- **Records for the task**
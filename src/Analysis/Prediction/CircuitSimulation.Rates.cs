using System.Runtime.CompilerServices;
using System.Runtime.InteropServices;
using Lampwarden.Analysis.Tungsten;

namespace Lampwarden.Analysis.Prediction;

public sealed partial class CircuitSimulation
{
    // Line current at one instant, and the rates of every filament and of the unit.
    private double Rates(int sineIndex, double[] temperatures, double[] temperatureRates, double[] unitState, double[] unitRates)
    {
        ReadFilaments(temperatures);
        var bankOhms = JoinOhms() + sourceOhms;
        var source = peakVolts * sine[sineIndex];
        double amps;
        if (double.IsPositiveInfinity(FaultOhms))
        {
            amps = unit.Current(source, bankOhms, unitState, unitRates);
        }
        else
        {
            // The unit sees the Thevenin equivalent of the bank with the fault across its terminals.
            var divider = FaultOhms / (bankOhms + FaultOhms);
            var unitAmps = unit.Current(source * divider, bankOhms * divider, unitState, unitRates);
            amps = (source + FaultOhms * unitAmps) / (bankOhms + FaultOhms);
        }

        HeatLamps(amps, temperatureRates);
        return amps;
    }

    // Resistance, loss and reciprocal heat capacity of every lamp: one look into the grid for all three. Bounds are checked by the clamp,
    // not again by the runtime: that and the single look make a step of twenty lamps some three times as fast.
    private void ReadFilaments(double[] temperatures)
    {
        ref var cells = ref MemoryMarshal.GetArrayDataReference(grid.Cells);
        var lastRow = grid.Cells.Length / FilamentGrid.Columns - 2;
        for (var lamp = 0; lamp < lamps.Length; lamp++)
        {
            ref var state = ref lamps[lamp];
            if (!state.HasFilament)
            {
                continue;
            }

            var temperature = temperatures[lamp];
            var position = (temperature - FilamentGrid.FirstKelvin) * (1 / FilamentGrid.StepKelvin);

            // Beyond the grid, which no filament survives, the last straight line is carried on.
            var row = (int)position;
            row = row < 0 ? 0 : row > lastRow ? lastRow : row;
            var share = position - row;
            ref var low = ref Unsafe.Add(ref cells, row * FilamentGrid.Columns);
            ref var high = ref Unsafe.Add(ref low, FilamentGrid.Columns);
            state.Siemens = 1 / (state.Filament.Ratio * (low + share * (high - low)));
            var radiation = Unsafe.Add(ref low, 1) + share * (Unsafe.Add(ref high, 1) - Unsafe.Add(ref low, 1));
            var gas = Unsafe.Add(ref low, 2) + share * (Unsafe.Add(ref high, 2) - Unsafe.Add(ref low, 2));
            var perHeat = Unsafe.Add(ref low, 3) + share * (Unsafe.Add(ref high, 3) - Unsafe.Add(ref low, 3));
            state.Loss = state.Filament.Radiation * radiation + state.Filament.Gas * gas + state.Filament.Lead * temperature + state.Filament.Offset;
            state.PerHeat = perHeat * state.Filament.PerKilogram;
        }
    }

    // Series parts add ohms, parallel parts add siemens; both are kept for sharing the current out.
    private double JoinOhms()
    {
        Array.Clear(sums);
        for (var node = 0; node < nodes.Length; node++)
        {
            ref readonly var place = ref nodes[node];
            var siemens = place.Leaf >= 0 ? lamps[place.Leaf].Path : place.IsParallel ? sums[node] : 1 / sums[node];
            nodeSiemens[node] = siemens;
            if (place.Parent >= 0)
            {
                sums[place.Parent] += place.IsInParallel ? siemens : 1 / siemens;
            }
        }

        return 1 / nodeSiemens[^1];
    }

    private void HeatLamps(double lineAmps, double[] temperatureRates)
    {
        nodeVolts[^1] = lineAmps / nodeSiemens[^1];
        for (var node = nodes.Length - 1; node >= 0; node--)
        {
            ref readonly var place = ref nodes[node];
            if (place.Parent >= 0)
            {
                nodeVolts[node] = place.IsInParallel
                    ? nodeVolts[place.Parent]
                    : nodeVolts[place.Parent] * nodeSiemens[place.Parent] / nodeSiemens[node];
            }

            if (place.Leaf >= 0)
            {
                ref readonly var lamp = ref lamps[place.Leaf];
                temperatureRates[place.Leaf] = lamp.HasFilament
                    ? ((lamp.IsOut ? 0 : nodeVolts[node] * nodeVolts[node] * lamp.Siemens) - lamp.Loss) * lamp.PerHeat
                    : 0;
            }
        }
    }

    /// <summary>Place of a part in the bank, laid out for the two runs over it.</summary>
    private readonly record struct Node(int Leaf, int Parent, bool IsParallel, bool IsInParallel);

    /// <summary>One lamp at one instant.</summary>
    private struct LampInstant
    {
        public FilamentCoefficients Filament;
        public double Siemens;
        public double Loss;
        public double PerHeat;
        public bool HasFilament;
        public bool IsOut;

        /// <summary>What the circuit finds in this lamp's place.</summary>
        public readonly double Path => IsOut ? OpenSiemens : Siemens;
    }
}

- **Task to complete**
Return all lines of the material above in which "HeatLamps" occurs.

- **Solved exercise**
        HeatLamps(amps, temperatureRates);
    private void HeatLamps(double lineAmps, double[] temperatureRates)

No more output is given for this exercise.